Your task | Would you copy all lines in the data that contain the word "roots"?

[Saved data entries]
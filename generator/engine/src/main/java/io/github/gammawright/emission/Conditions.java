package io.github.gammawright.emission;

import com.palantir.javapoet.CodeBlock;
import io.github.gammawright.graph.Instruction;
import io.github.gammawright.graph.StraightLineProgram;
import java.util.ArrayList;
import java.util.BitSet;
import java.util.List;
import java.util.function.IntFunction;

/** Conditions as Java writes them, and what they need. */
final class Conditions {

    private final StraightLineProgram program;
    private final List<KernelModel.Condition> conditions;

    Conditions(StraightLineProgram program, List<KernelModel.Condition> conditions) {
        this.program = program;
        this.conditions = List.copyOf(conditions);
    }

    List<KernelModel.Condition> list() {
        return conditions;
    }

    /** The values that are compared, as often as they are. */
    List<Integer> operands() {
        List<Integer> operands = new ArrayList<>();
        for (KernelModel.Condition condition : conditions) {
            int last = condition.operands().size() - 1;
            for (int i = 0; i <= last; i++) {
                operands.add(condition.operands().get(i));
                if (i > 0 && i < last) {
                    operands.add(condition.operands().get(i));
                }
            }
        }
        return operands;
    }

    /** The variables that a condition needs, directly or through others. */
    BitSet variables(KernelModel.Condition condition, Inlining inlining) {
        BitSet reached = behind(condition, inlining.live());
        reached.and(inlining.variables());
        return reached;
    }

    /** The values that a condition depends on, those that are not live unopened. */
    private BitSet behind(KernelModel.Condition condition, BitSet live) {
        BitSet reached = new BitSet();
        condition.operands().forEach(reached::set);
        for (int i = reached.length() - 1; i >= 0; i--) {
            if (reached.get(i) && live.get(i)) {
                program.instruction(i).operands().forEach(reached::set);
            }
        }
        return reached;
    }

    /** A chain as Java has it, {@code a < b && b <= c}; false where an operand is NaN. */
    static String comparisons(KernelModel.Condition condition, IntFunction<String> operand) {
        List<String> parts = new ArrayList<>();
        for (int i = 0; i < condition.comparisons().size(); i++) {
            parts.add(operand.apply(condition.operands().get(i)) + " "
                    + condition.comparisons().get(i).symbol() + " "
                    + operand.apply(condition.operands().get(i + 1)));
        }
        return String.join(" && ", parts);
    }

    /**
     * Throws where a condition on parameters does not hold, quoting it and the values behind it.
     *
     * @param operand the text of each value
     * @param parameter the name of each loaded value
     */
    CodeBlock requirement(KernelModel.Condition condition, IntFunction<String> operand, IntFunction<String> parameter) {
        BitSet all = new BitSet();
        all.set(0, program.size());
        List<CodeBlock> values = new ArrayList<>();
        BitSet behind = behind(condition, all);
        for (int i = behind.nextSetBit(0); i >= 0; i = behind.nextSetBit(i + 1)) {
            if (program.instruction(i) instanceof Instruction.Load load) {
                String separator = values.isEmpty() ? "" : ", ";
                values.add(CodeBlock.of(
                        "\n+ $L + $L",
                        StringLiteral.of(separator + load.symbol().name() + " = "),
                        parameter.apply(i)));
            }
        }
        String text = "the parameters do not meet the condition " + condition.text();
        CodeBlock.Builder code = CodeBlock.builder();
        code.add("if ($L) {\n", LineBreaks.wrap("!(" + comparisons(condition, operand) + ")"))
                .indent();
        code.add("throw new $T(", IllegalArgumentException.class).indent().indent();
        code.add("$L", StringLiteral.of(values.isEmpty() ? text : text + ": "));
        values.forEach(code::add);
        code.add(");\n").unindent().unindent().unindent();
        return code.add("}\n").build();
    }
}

==

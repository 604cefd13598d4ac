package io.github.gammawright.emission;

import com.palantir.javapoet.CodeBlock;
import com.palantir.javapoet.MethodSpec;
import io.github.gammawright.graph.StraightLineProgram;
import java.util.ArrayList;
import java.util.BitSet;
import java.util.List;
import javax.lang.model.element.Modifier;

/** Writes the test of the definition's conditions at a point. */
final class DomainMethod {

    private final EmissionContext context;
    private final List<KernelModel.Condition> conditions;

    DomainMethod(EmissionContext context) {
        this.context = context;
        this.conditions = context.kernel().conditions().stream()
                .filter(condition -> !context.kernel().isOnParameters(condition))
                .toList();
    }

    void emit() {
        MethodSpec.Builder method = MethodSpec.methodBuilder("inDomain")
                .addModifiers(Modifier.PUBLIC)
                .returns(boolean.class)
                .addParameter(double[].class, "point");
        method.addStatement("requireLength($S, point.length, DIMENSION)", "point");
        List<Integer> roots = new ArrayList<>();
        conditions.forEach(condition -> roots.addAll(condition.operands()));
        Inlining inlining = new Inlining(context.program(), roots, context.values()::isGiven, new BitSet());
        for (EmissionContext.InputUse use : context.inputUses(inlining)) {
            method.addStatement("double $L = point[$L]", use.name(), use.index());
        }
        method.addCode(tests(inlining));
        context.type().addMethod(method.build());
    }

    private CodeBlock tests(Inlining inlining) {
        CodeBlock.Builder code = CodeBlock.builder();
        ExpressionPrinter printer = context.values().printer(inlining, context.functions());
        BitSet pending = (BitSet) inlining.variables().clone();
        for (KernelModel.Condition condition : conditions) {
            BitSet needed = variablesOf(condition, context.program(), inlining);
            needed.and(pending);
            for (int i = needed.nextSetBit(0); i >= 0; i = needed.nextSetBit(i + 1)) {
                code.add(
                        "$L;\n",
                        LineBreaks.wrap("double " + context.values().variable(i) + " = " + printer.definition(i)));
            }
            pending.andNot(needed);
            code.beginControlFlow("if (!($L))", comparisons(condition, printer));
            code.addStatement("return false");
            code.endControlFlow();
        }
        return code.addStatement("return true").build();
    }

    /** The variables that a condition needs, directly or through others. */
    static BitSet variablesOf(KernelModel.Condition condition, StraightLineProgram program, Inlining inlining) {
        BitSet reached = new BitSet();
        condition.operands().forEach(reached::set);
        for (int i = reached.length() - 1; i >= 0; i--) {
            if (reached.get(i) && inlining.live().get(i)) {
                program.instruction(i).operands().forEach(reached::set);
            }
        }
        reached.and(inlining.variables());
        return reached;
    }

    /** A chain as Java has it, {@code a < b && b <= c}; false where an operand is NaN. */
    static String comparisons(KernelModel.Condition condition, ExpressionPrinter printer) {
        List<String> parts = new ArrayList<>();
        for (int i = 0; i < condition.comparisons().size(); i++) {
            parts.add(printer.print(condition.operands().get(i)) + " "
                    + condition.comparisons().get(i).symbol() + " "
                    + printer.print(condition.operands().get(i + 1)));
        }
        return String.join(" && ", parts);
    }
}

Expected answer |
        List<Integer> roots = new ArrayList<>();
        conditions.forEach(condition -> roots.addAll(condition.operands()));
        Inlining inlining = new Inlining(context.program(), roots, context.values()::isGiven, new BitSet());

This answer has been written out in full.